Ехать надо было в тьму таракань, на какую-то конечную станцию метро, где я ни до, ни после ни разу не бывала, поэтому её названия не запомнила. От метро -- ещё примерно столько же. Название гостеприимного учреждения тоже в памяти не задержалось. Толпа, которую дружинники время от времени откидывали с верхних ступенек лестницы у обшарпанного заднего входа, вела себя негуманно, на вежливость и грубость одинаково реагировала пинками. Нас, " своих", Майк выстроил в шеренгу, только поэтому все остались живы. Как обычно в таких случаях, один из музыкантов (Дюша, скорей всего) стоял за дверью рядом с дружинниками для идентификации лиц.

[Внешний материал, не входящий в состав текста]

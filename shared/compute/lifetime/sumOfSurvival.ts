import { ComputeError } from '@/shared/compute/errors'
import { integral } from './integral'
import { lifetimeLaw } from './lifetimeLaw'
import type { Lifetime } from './lifetime.types'

const NOTHING_LEFT = -45
const MOST_TERMS = 4000

/**
 * Stock that a constant inflow of one unit a year settles at, Σ_(j≥0) S(j + o): close to the mean life for o = 0.5.
 *
 * @param yearOffset o, age at the end of the construction year [yr], ≥ 0
 * @returns years; Infinity for a log-logistic life with β ≤ 1
 * @throws {ComputeError} `negative-age`, `parameter-not-positive`, `not-a-number`
 * @remarks relative error below 1e-11; a heavy tail is summed by the Euler–Maclaurin formula
 * @see Abramowitz, M. & Stegun, I. A. (1964). Handbook of Mathematical Functions, 3.6.28.
 * @example
 * sumOfSurvival({ model: 'fixed', lifetimeYears: 25 }, 0) // => 25
 */
export function sumOfSurvival(lifetime: Lifetime, yearOffset: number): number {
  if (!(yearOffset >= 0)) throw new ComputeError('negative-age', { yearOffset })
  if (lifetime.model === 'logLogistic' && lifetime.shape <= 1) return Infinity
  const law = lifetimeLaw(lifetime)
  let total = 0
  for (let j = 0; j < MOST_TERMS; j++) {
    const age = j + yearOffset
    const log = age > 0 ? law.logSurvival(age) : 0
    if (log < NOTHING_LEFT) return total
    total += Math.exp(log)
  }
  return total + tail(MOST_TERMS + yearOffset, lifetime)
}

/** ∫_a^∞ S + S(a)/2 − S′(a)/12. */
function tail(ageYears: number, lifetime: Lifetime): number {
  const law = lifetimeLaw(lifetime)
  if (lifetime.model === 'fixed') return Math.max(0, Math.ceil(lifetime.lifetimeYears - ageYears))
  const start = law.logSurvival(ageYears)
  const left = integral((years) => Math.exp(law.logSurvival(ageYears + years) - start), { scale: ageYears })
  return Math.exp(start) * (left + 0.5 + law.hazardPerYear(ageYears) / 12)
}
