/**
 * ln(1 + e^x) without overflow and without losing a small e^x.
 *
 * @param x any number
 * @returns near 0 for very negative x, near x for large x
 * @see Mächler, M. (2012). Accurately computing log(1 − exp(−|a|)). R package Rmpfr, note.
 * @example
 * softplus(0) // => 0.6931471805599453
 * softplus(800) // => 800
 */
export function softplus(x: number): number {
  return x > 0 ? x + Math.log1p(Math.exp(-x)) : Math.log1p(Math.exp(x))
}
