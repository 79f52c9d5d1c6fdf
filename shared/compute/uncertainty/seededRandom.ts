/** Numbers from a seed: the same seed gives the same numbers on every machine. */
export interface SeededRandom {
  /** In [0, 1), 32 bits. */
  uniform(): number
  /** Standard normal. */
  normal(): number
}

/**
 * Small fast counter generator sfc32 of 128 bits of state, with normal draws by the polar method.
 *
 * @param seed whole number from 0 to 2³² − 1
 * @see Doty-Humphrey, C. (2010). PractRand, sfc32; Marsaglia, G. & Bray, T. A. (1964). SIAM Review 6, 260–264.
 * @example
 * seededRandom(7).uniform() === seededRandom(7).uniform() // => true
 */
export function seededRandom(seed: number): SeededRandom {
  let [a, b, c, counter] = [0x9e3779b9, 0x243f6a88, 0xb7e15162, seed >>> 0]
  let spare: number | null = null
  const uniform = () => {
    const mixed = (a + b + counter) | 0
    counter = (counter + 1) | 0
    a = b ^ (b >>> 9)
    b = (c + (c << 3)) | 0
    c = ((c << 21) | (c >>> 11)) + mixed
    return (mixed >>> 0) / 4_294_967_296
  }
  for (let warm = 0; warm < 15; warm++) uniform()
  const normal = (): number => {
    if (spare !== null) {
      const kept = spare
      spare = null
      return kept
    }
    for (;;) {
      const [x, y] = [2 * uniform() - 1, 2 * uniform() - 1]
      const square = x * x + y * y
      if (square === 0 || square >= 1) continue
      const scale = Math.sqrt((-2 * Math.log(square)) / square)
      spare = y * scale
      return x * scale
    }
  }
  return { uniform, normal }
}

Зальчик был маленький, для служебных собраний, с низенькой сценкой. Не помню, стоял ли на ней бюст Ильича -- к тому времени на эти вещи уже перестали обращать внимание. В тесное помещение -- с одной узкой дверью и без окон, с потолком едва выше дверного косяка, набилось огромное количество народа. Сидели, стояли, лежали друг на друге в несколько ярусов. Дверной проём тоже был забит доверху, а на створке висели дополнительные тела. Для нас держали места ближе к сцене, так что кое-как устроиться удалось.

Начало, естественно, сильно задержалось. Дышать стало абсолютно нечем. Многие к тому же начали курить себе в колени. Я страшно боялась, что начнётся пожар. В какой-то момент из аппаратуры на сцене тоже пошёл дым, что, конечно, в подобных ситуациях случалось скорей часто, чем редко, и чувства безопасности не усиливало.

Это был первый (наверно, вообще в городе) концерт с приличной аппаратурой. Все знали, что Машина приехала со своим аппаратом, который " Андрюха" получил, якобы, в подарок от родителей. Это уж, в самом деле, какая-то необъяснимо передовая модель развития карьеры рок-музыканта!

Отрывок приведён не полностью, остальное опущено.